> _EXERCISE REQUIREMENTS_
Your task is to copy every line of the records below that contains "breaks".

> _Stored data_
===
"""Peaks and troughs of a stretch of samples that stand out from the noise.

Two filters run side by side. The Gaussian matched filter against the pseudo-continuum
gives the significance and finds lone lines at the ideal signal-to-noise. The curvature
filter (minus second derivative of the same Gaussian) sees neither level nor slope and
separates the members of a blend. A feature must pass the threshold in the first and be a
distinct extremum of either: between two features of one filter the signal must drop by
the threshold itself, or the lower one is a wiggle of noise on the other.
"""

from __future__ import annotations

from dataclasses import dataclass

import numpy as np

from .continuum import in_emission
from .matched import curvature_kernel, filtered_correlation, gaussian_kernel, noise_gain
from .veil import running_mean

FAKED = 4.0  # errors of the continuum, in its noise, beyond which it tells nothing of a feature
PLAIN = 5.0  # sigmas: a trough seen against the continuum as well needs no other witness
BENT = 0.45  # share of such an error that may bend like a line


@dataclass(frozen=True, eq=False)
class Filtered:
    """Signal-to-noise of the two filters at each sample of a stretch, shape (n,).

    level: Gaussian against the continuum; curve: curvature; tame: y smoothed over 0.4 widths; fwhm: samples, shape (n,);
    pieces: (samples, correlation of neighbours) for the count of independent trials.
    """

    level: np.ndarray
    curve: np.ndarray
    tame: np.ndarray
    fwhm: np.ndarray
    pieces: tuple[tuple[float, float], ...]


def same(values: np.ndarray, kernel: np.ndarray) -> np.ndarray:
    """Convolution of the length of ``values``, whatever the length of the kernel."""
    half = len(kernel) // 2
    return np.convolve(values, kernel, mode="full")[half : half + len(values)]


def _spans(fwhm: np.ndarray, longest: int = 16384) -> list[slice]:
    """Slices over which the width changes by less than 3 %."""
    log = np.floor(np.log(fwhm) / 0.03)
    breaks = np.flatnonzero(np.diff(log)) + 1
    edges = np.unique(np.r_[0, breaks, np.arange(0, len(fwhm), longest), len(fwhm)])
    return [slice(int(a), int(b)) for a, b in zip(edges[:-1], edges[1:])]


def run_filters(y, noise, good, fwhm, correlation, level_err=None) -> Filtered:
    """Both filters over one stretch.

    y: (continuum - flux)/continuum, shape (n,), finite; noise: one sigma of y, (n,);
    good: usable samples; fwhm: line width in samples, (n,); correlation: of the noise;
    level_err: one sigma of the continuum relative to it (lowers the significance of what
    a continuum error could fake).
    """
    weight = np.where(good, 1.0 / noise, 0.0)
    held = _filled(y, good)
    bright = in_emission(1.0 - held)
    level, curve, tame = np.empty(len(y)), np.empty(len(y)), np.empty(len(y))
    pieces = []
    for span in _spans(fwhm):
        width = float(np.median(fwhm[span]))
        gauss, bend = gaussian_kernel(width), curvature_kernel(width)
        pad = len(bend) // 2 + 1
        wide = slice(max(0, span.start - pad), span.stop + pad)
        inner = slice(span.start - wide.start, span.stop - wide.start)
        gain = noise_gain(gauss, correlation)
        s = _matched(y[wide], weight[wide], gauss, gain)
        if level_err is not None:
            fake = _matched(level_err[wide], weight[wide], gauss, gain)
            s = s / np.sqrt(1.0 + fake**2)
        h = same(held[wide], bend) / (noise[wide] * noise_gain(bend, correlation))
        if level_err is not None and not bright:
            s = _told_by_curvature(s, h, fake)
        level[span], curve[span] = s[inner], h[inner]
        tame[span] = running_mean(held[wide], 2 * int(0.2 * width) + 1)[inner]
        rho = filtered_correlation(gauss, correlation, 1) / gain**2
        pieces.append((float(good[span].sum()), float(min(rho, 1 - 1e-9))))
    return Filtered(level, curve, tame, fwhm, tuple(pieces))


def _matched(y, weight, kernel, gain):
    top = same(y * weight**2, kernel)
    bottom = same(weight**2, kernel**2)
    white = np.sqrt(np.sum(kernel**2))
    return top / np.sqrt(np.maximum(bottom, 1e-300)) * (white / gain)


def _told_by_curvature(level, curve, fake):
    """``level``, or the curvature of a trough where the continuum's error outweighs the noise:
    it sees no continuum, and an error of that does not bend as sharply as a line.
    Troughs only, and none between bright lines: bumps are what a pseudo-continuum leaves
    between broad lines, troughs what it leaves between bright ones."""
    told = (fake > FAKED) & (level > 0) & (level < PLAIN) & (curve > np.maximum(PLAIN, BENT * fake))
    return np.where(told, curve, level)


def _filled(y, good):
    if good.all():
        return y
    index = np.arange(len(y))
    return np.interp(index, index[good], y[good])


def find_extrema(filtered: Filtered, good, threshold: float):
    """Features of one stretch: (sample index, sign, significance), each shape (m,), sorted."""
    found = []
    for sign in (1, -1):
        level, curve, tame = (sign * x for x in (filtered.level, filtered.curve, filtered.tame))
        lone = distinct(level, threshold, threshold)
        lone = lone[curve[lone] > 0]
        bends = distinct(curve, threshold, threshold)
        bends = _flat_cores(bends[level[bends] >= threshold], tame, filtered.fwhm)
        keep = np.unique(np.r_[bends, _apart(lone, bends, curve)])
        found.append(np.c_[keep, np.full(len(keep), sign), level[keep]])
    table = np.concatenate(found)
    index = table[:, 0].astype(int)
    table = table[supported(index, good, filtered.fwhm)]
    table = table[np.argsort(table[:, 0], kind="stable")]
    return table[:, 0].astype(int), table[:, 1].astype(int), table[:, 2]


def supported(index, good, fwhm):
    """True where the extremum and most samples within half a width are usable."""
    total = np.r_[0, np.cumsum(good)]
    half = np.maximum(1, np.round(0.5 * fwhm[index])).astype(int)
    low, high = np.maximum(index - half, 0), np.minimum(index + half + 1, len(good))
    share = (total[high] - total[low]) / (2 * half + 1)
    return good[index] & (share >= 0.7)


def distinct(signal, least: float, dip: float) -> np.ndarray:
    """Indices of maxima of at least ``least`` with drops of ``dip`` between neighbours."""
    padded = np.r_[-np.inf, signal, -np.inf]
    top = (padded[1:-1] > padded[:-2]) & (padded[1:-1] >= padded[2:]) & (signal >= least)
    peaks = np.flatnonzero(top)
    while len(peaks) > 1:
        valley = np.minimum.reduceat(signal, peaks)[:-1]
        drop = np.minimum(signal[peaks[:-1]], signal[peaks[1:]]) - valley
        shallow = drop < dip
        if not shallow.any():
            break
        around = np.r_[np.inf, drop, np.inf]
        first = shallow & (drop <= around[:-2]) & (drop < around[2:])
        if not first.any():
            first[np.argmin(drop)] = True
        pair = np.flatnonzero(first)
        lower = np.where(signal[peaks[pair]] < signal[peaks[pair + 1]], pair, pair + 1)
        peaks = np.delete(peaks, np.unique(lower))
    return peaks


def _flat_cores(bends, tame, fwhm) -> np.ndarray:
    """Curvature maxima with the two shoulders of one flat core replaced by its middle.

    A broad core with a flat bottom bends most at its rims. Two neighbours are rims when
    the signal half-way between them exceeds that at both; the members of a blend have a
    saddle there, and a shoulder lies below the line beside it.
    """
    bends = list(bends)
    i = 0
    while i + 1 < len(bends):
        a, b = bends[i], bends[i + 1]
        quarter = (b - a) // 4
        middle = tame[a + quarter : b - quarter + 1]
        rim = max(tame[a], tame[b])
        if b - a < 40 * fwhm[a] and middle.max() > rim and np.median(middle) > rim:
            bends[i : i + 2] = [(a + b) // 2]
            i = max(i - 1, 0)
        else:
            i += 1
    return np.array(bends, dtype=int)


def _apart(lone, bends, curve) -> np.ndarray:
    """The lone maxima that no curvature feature stands for already.

    Joined are two that no inflection separates: the curvature keeps its sign between.
    """
    if not len(bends) or not len(lone):
        return lone
    hollow = np.r_[0, np.cumsum(curve <= 0)]
    place = np.searchsorted(bends, lone)
    joined = np.zeros(len(lone), dtype=bool)
    for side in (np.maximum(place - 1, 0), np.minimum(place, len(bends) - 1)):
        low = np.minimum(lone, bends[side])
        high = np.maximum(lone, bends[side]) + 1
        joined |= hollow[high] == hollow[low]
    return lone[~joined]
===
> _WRITTEN RESPONSE_
    breaks = np.flatnonzero(np.diff(log)) + 1
    edges = np.unique(np.r_[0, breaks, np.arange(0, len(fwhm), longest), len(fwhm)])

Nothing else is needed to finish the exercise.